Prompt ▸ An identical copy of every entry below is the required output.

Available records ▸
╔══

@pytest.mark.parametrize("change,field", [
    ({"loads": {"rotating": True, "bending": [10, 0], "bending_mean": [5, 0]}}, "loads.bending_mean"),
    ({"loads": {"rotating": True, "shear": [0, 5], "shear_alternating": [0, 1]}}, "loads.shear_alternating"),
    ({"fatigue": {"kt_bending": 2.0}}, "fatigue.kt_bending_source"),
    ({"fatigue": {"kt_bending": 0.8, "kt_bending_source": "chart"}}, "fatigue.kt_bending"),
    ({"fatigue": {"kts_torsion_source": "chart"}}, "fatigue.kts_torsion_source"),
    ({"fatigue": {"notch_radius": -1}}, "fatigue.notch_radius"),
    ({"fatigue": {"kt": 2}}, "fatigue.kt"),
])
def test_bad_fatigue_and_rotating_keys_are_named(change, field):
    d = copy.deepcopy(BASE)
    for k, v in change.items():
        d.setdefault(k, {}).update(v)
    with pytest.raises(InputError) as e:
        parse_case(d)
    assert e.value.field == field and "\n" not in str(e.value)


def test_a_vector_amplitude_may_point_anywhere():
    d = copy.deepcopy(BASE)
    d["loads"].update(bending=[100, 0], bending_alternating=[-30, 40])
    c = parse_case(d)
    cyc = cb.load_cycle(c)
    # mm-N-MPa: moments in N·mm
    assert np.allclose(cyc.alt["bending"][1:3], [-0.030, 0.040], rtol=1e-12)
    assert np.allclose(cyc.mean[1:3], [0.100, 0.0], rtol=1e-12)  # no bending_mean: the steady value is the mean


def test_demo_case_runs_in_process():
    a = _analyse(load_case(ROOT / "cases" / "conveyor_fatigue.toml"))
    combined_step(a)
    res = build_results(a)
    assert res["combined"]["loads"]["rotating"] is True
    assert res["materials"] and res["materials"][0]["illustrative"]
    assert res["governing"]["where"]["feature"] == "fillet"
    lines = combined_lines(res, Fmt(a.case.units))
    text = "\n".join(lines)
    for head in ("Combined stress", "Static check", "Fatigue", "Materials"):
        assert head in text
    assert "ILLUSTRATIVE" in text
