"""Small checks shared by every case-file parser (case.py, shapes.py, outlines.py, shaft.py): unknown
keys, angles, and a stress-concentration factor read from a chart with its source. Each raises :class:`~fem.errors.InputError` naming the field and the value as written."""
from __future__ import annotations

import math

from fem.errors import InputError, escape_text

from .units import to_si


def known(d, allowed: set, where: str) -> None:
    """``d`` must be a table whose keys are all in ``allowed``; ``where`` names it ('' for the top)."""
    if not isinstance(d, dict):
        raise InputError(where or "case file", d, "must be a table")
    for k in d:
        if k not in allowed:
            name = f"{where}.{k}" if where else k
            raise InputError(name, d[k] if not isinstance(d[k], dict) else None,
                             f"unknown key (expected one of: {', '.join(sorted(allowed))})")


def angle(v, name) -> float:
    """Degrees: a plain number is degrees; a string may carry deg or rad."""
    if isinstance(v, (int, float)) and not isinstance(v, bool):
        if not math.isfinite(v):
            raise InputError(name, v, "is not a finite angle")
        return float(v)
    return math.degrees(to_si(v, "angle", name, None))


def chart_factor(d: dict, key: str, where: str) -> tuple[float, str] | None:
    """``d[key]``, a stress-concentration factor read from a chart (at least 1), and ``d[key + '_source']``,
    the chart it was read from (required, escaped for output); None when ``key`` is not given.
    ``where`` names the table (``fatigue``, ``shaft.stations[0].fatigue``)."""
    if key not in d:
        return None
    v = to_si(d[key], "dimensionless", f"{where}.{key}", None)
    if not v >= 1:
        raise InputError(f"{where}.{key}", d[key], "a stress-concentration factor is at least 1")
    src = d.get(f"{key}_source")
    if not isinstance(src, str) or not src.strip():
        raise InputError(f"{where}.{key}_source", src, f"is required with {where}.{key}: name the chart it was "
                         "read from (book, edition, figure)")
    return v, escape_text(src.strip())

╚══

Response to the exercise ▸
@pytest.mark.parametrize("change,field", [
    ({"loads": {"rotating": True, "bending": [10, 0], "bending_mean": [5, 0]}}, "loads.bending_mean"),
    ({"loads": {"rotating": True, "shear": [0, 5], "shear_alternating": [0, 1]}}, "loads.shear_alternating"),
    ({"fatigue": {"kt_bending": 2.0}}, "fatigue.kt_bending_source"),
    ({"fatigue": {"kt_bending": 0.8, "kt_bending_source": "chart"}}, "fatigue.kt_bending"),
    ({"fatigue": {"kts_torsion_source": "chart"}}, "fatigue.kts_torsion_source"),
    ({"fatigue": {"notch_radius": -1}}, "fatigue.notch_radius"),
    ({"fatigue": {"kt": 2}}, "fatigue.kt"),
])
def test_bad_fatigue_and_rotating_keys_are_named(change, field):
    d = copy.deepcopy(BASE)
    for k, v in change.items():
        d.setdefault(k, {}).update(v)
    with pytest.raises(InputError) as e:
        parse_case(d)
    assert e.value.field == field and "\n" not in str(e.value)


def test_a_vector_amplitude_may_point_anywhere():
    d = copy.deepcopy(BASE)
    d["loads"].update(bending=[100, 0], bending_alternating=[-30, 40])
    c = parse_case(d)
    cyc = cb.load_cycle(c)
    # mm-N-MPa: moments in N·mm
    assert np.allclose(cyc.alt["bending"][1:3], [-0.030, 0.040], rtol=1e-12)
    assert np.allclose(cyc.mean[1:3], [0.100, 0.0], rtol=1e-12)  # no bending_mean: the steady value is the mean


def test_demo_case_runs_in_process():
    a = _analyse(load_case(ROOT / "cases" / "conveyor_fatigue.toml"))
    combined_step(a)
    res = build_results(a)
    assert res["combined"]["loads"]["rotating"] is True
    assert res["materials"] and res["materials"][0]["illustrative"]
    assert res["governing"]["where"]["feature"] == "fillet"
    lines = combined_lines(res, Fmt(a.case.units))
    text = "\n".join(lines)
    for head in ("Combined stress", "Static check", "Fatigue", "Materials"):
        assert head in text
    assert "ILLUSTRATIVE" in text
"""Small checks shared by every case-file parser (case.py, shapes.py, outlines.py, shaft.py): unknown
keys, angles, and a stress-concentration factor read from a chart with its source. Each raises :class:`~fem.errors.InputError` naming the field and the value as written."""
from __future__ import annotations

import math

from fem.errors import InputError, escape_text

from .units import to_si


def known(d, allowed: set, where: str) -> None:
    """``d`` must be a table whose keys are all in ``allowed``; ``where`` names it ('' for the top)."""
    if not isinstance(d, dict):
        raise InputError(where or "case file", d, "must be a table")
    for k in d:
        if k not in allowed:
            name = f"{where}.{k}" if where else k
            raise InputError(name, d[k] if not isinstance(d[k], dict) else None,
                             f"unknown key (expected one of: {', '.join(sorted(allowed))})")


def angle(v, name) -> float:
    """Degrees: a plain number is degrees; a string may carry deg or rad."""
    if isinstance(v, (int, float)) and not isinstance(v, bool):
        if not math.isfinite(v):
            raise InputError(name, v, "is not a finite angle")
        return float(v)
    return math.degrees(to_si(v, "angle", name, None))


def chart_factor(d: dict, key: str, where: str) -> tuple[float, str] | None:
    """``d[key]``, a stress-concentration factor read from a chart (at least 1), and ``d[key + '_source']``,
    the chart it was read from (required, escaped for output); None when ``key`` is not given.
    ``where`` names the table (``fatigue``, ``shaft.stations[0].fatigue``)."""
    if key not in d:
        return None
    v = to_si(d[key], "dimensionless", f"{where}.{key}", None)
    if not v >= 1:
        raise InputError(f"{where}.{key}", d[key], "a stress-concentration factor is at least 1")
    src = d.get(f"{key}_source")
    if not isinstance(src, str) or not src.strip():
        raise InputError(f"{where}.{key}_source", src, f"is required with {where}.{key}: name the chart it was "
                         "read from (book, edition, figure)")
    return v, escape_text(src.strip())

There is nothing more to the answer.